Nietzsche, to his credit, does not articulate the Last Man as the endpoint of civilization, but the endpoint of decline - the Last Man is he who precedes Ubermensch. In other words, the social and psychological forces that animate a culture slowly return to a state of placid equilibrium - to a calm, featureless surface - and then something that is from outside that surface, or that is independent of it, acts upon it and disturbs the surface again.

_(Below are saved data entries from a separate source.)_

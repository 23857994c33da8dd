import { findFee, setDueAt, updateFee } from '@/db/queries/fees'
import type { FeesRow } from '@/db/tables'
import { refuse } from '@/lib/errors'
import type { Context } from '../context'

/** Makes a fee owed again, until a moment. The caller holds its lock and moves the money. */
export async function oweAgain(tx: Context, fee: FeesRow, dueAt: Date): Promise<void> {
  if (!(await updateFee(tx.db, fee, 'due')))
    throw refuse.closed('The fee has changed a moment ago. Load the page again.')
  const standing = await findFee(tx.db, fee.id)
  if (standing) await setDueAt(tx.db, standing, dueAt)
}
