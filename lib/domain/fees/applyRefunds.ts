import { lockFee, updateFee } from '@/db/queries/fees'
import { findRefundOf, lockRefund, noteRefundNumber, refundsOfFee } from '@/db/queries/refunds'
import type { PaymentsRow } from '@/db/tables'
import { refuse } from '@/lib/errors'
import type { RefundState } from '@/lib/services/payments/Payments'
import type { Context } from '../context'
import { closeRefundWith } from './closeRefundWith'
import { decideRefund } from './decideRefund'
import { isGivenBackWhole } from './isGivenBackWhole'
import { isSurplusPayment } from './isSurplusPayment'

/** Brings our refunds of a payment to what the firm says of them; one made by hand there is taken into the books. */
export async function applyRefunds(
  tx: Context,
  payment: PaymentsRow,
  states: readonly RefundState[],
): Promise<string[]> {
  const effects: string[] = []
  for (const state of states) {
    const found = await findRefundOf(tx.db, state)
    if (!found && state.status === 'failed') continue
    const id = found?.id ?? (await takeIn(tx, payment, state))
    const row = await lockRefund(tx.db, id)
    if (row?.state !== 'created') continue
    if (state.status === 'pending') await noteRefundNumber(tx.db, id, state.refundId)
    else
      await closeRefundWith(tx, row, {
        state: state.status,
        providerRefundId: state.refundId,
        failure: state.failure ?? '',
        actingAs: 'payment firm',
      })
    effects.push(found ? `refund ${state.status}` : `refund made at the firm taken in, ${state.status}`)
  }
  return effects
}

/** A refund nobody decided here: the office made it on the firm's own pages. */
async function takeIn(tx: Context, payment: PaymentsRow, state: RefundState): Promise<number> {
  const fee = await lockFee(tx.db, payment.fee_id)
  if (!fee) throw refuse.integrity('The fee of this refund is missing.')
  const id = await decideRefund(tx, fee, {
    of: { paymentId: payment.id },
    amountMinor: state.amountMinor,
    isSurplus: await isSurplusPayment(tx, payment.id),
    reason: 'made on the pages of the payment firm',
    providerRefundId: state.refundId,
  })
  if (fee.state === 'paid' && isGivenBackWhole(fee, await refundsOfFee(tx.db, fee.id)))
    await updateFee(tx.db, fee, 'refunded')
  return id
}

So, if we can extend his individualistic philosophy to entire societies - something he himself would have strenuously objected to (but then who cares what a dead man thinks) - we can perhaps say that the United States of America was (and perhaps may some day be again) Europe's Ubermensch. Hitler, on the larger scale, can therefore be seen as a Last Man because he destroyed European civilization as part of an impotent, flailing reaction to the weakness of Germany, and America as the Ubermensch whose vision resurrected it.
---
IV. Views on Democracy
Nietzsche didn't think very highly of democracy: In fact, he utterly despised it, and that element of his writings may instantly discredit his worldview in the opinion of some liberals. But I think his feelings on this account may have largely been due to the limited German / Continental conception of democracy prevalent in the 19th century. German society was already highly ordered and ideological, so democracy just tended to unleash base impulses that had been brought under control through different means in earlier eras (e.g., anti-Semitism). Had he been personally aware of societies that had naturally evolved democracy, and been enlivened by it, his view may have been different.

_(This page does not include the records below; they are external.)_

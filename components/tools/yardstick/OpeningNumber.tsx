'use client'

import { useState } from 'react'
import { ComputedNumber } from '@/components/ui/ComputedNumber'
import { formatNumber, formatPercent } from '@/lib/format'
import { FormulaText } from './FormulaText'
import { quantityOf } from '@/lib/domain/tools/yardstick/quantities'
import { readQuantity } from '@/lib/domain/tools/yardstick/reading'
import type { ReadyUniverse } from '@/lib/domain/tools/yardstick/universes'
import { cosmologyEngineVersion, type CosmologyQuantity } from '@/lib/science/cosmology'

export interface OpeningNumberProps {
  /** As it stands in the cell. */
  shown: string
  value: number
  z: number
  quantity: CosmologyQuantity
  universe: ReadyUniverse
  /** Another cosmology of the page, for a second opinion. */
  other: ReadyUniverse | undefined
}

/**
 * A number of the table that opens to its formula, inputs and source. The panel is made only when it is first asked
 * for: a thousand rows would otherwise carry ten thousand of them.
 */
export function OpeningNumber({ shown, value, z, quantity: id, universe, other }: OpeningNumberProps) {
  const [asked, setAsked] = useState(false)
  const quantity = quantityOf(id)
  if (!asked || !quantity)
    return (
      <button
        type="button"
        aria-haspopup="dialog"
        onClick={() => setAsked(true)}
        className="-mx-1 rounded-cell px-1 decoration-dotted underline-offset-4 hover:underline"
      >
        {shown}
      </button>
    )
  const { H0, Om0, w0, wa } = universe.cosmology.parameters
  const second = other ? readQuantity(other.cosmology, id, z).value : null
  const unit = quantity.fileUnit === '' ? '' : ` ${quantity.unit}`
  return (
    <ComputedNumber
      initiallyOpen
      shown={shown}
      value={`${shown}${unit}`}
      what={`${quantity.name}, z = ${z}`}
      formula={<FormulaText>{quantity.formula}</FormulaText>}
      inputs={[
        { term: 'Cosmology', value: universe.name },
        { term: 'H₀', value: `${formatNumber(H0, 2)} km/s/Mpc` },
        { term: 'Ωm, without neutrinos', value: formatNumber(Om0, 5) },
        { term: 'ΩΛ', value: formatNumber(universe.cosmology.Ode0, 5) },
        ...(w0 === -1 && wa === 0
          ? []
          : [{ term: 'w₀, wₐ', value: `${formatNumber(w0, 3)}, ${formatNumber(wa, 3)}` }]),
      ]}
      second={
        other && second !== null
          ? {
              term: `Under ${other.name}`,
              value: formatNumber(second, shown.split('.')[1]?.length ?? 0),
              difference: value === 0 ? undefined : formatPercent(second / value - 1, 1),
            }
          : undefined
      }
      source={`${quantity.source}. Engine ${cosmologyEngineVersion}.`}
    />
  )
}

To put it another way, his experience would largely have been with the Platonic/statist versions of any given type of government, including French and English democracy, and not with Lockian (or proto-Lockian) versions that would depend on the strength and creativity of their citizenry to function.

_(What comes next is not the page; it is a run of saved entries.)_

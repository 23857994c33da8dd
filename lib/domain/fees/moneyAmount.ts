import { minorDigits } from '@/lib/format/minorDigits'

/** An amount as typed, in minor units of the currency, or a sentence that says why it is none. */
export function moneyAmount(text: string, currency: string): number | string {
  const digits = minorDigits(currency)
  const bare = text.trim().replace(/^[A-Z]{3}\s+/, (code) => (code.trim() === currency ? '' : code))
  if (/^[A-Z]{3}\b/.test(bare)) return `The call's fees are in ${currency}, not in ${bare.slice(0, 3)}.`
  if (/^[-−]/.test(bare)) return 'An amount is never negative.'
  if (!/^\d{1,7}(\.\d+)?$/.test(bare))
    return digits > 0
      ? 'Write the amount in figures with a point: 120 or 120.00.'
      : 'Write the amount in whole figures: 120.'
  const [whole = '0', part = ''] = bare.split('.')
  if (part.length > digits)
    return digits === 0
      ? `${currency} has no smaller unit: write a whole amount.`
      : `${currency} has ${digits === 2 ? 'two' : String(digits)} decimals at most.`
  return Number(whole) * 10 ** digits + Number(part.padEnd(digits, '0') || '0')
}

American liberalism, unlike much of European social democracy, is much more concerned with ensuring that hard work and creativity are fairly rewarded rather than pursuing an egalitarian ideal: We consider it more important to guarantee access and opportunity against unchecked accumulation of resources than to keep everyone living in similar circumstances for the sake of cultural solidarity. This, I think, is quite in line with the Nietzschean ideal, and the American liberal conception of democracy is very nurturing to individual genius.
It is not, as it may appear, in order to maintain weak people that we believe in the kinds of support that we do: Rather, we recognize the complex ways in which market economics can stifle and undermine the potential contributions of some people, and strive to correct for the externalized costs that ultimately sabotage everyone if left unaddressed.
---
V. Nietzsche & Liberalism
Even if we set aside the above arguments, Nietzscheanism is regarded with far more suspicion among liberals than philosophies that are much more damaging to humanist ideals and democratic society. Plato and Confucius were both proponents of a mythological, and apparently unobtainable "virtuous tyranny" whereby the meritorious magically rise to absolute power, and everyone does as they are told by these exemplary authorities. Yet think of their relative reputations: Plato and Confucius are considered innocuous or even progressive, while Nietzsche is ironically identified with fascism despite having one of the most fertile philosophies for liberalism.
Now, there are undoubtedly some strains of the egalitarian in American liberalism, and also some strains of authoritarianism on the left, but unlike in Europe they are not primary influences: The freedom (in both the positive and negative senses) of a person to fully realize their potential is primary. It is a lonelier sensibility, but also a more productive one so long as the people are energetic and imaginative.
Take the Teutonic bombast out of Nietzsche, and you've basically got Buddha with a mischievous sense of humor. If we were more aware of such a philosophy, there might be less impotent hand-wringing, less infantile blame-mongering, and more active implementation of ideas in our community.
---
FYI - the closest pronunciation of Nietzsche that uses sounds familiar to the native English speaker would be "Nee-chuh," not "Nee-chee." This is not important, but the latter pronunciation is annoying.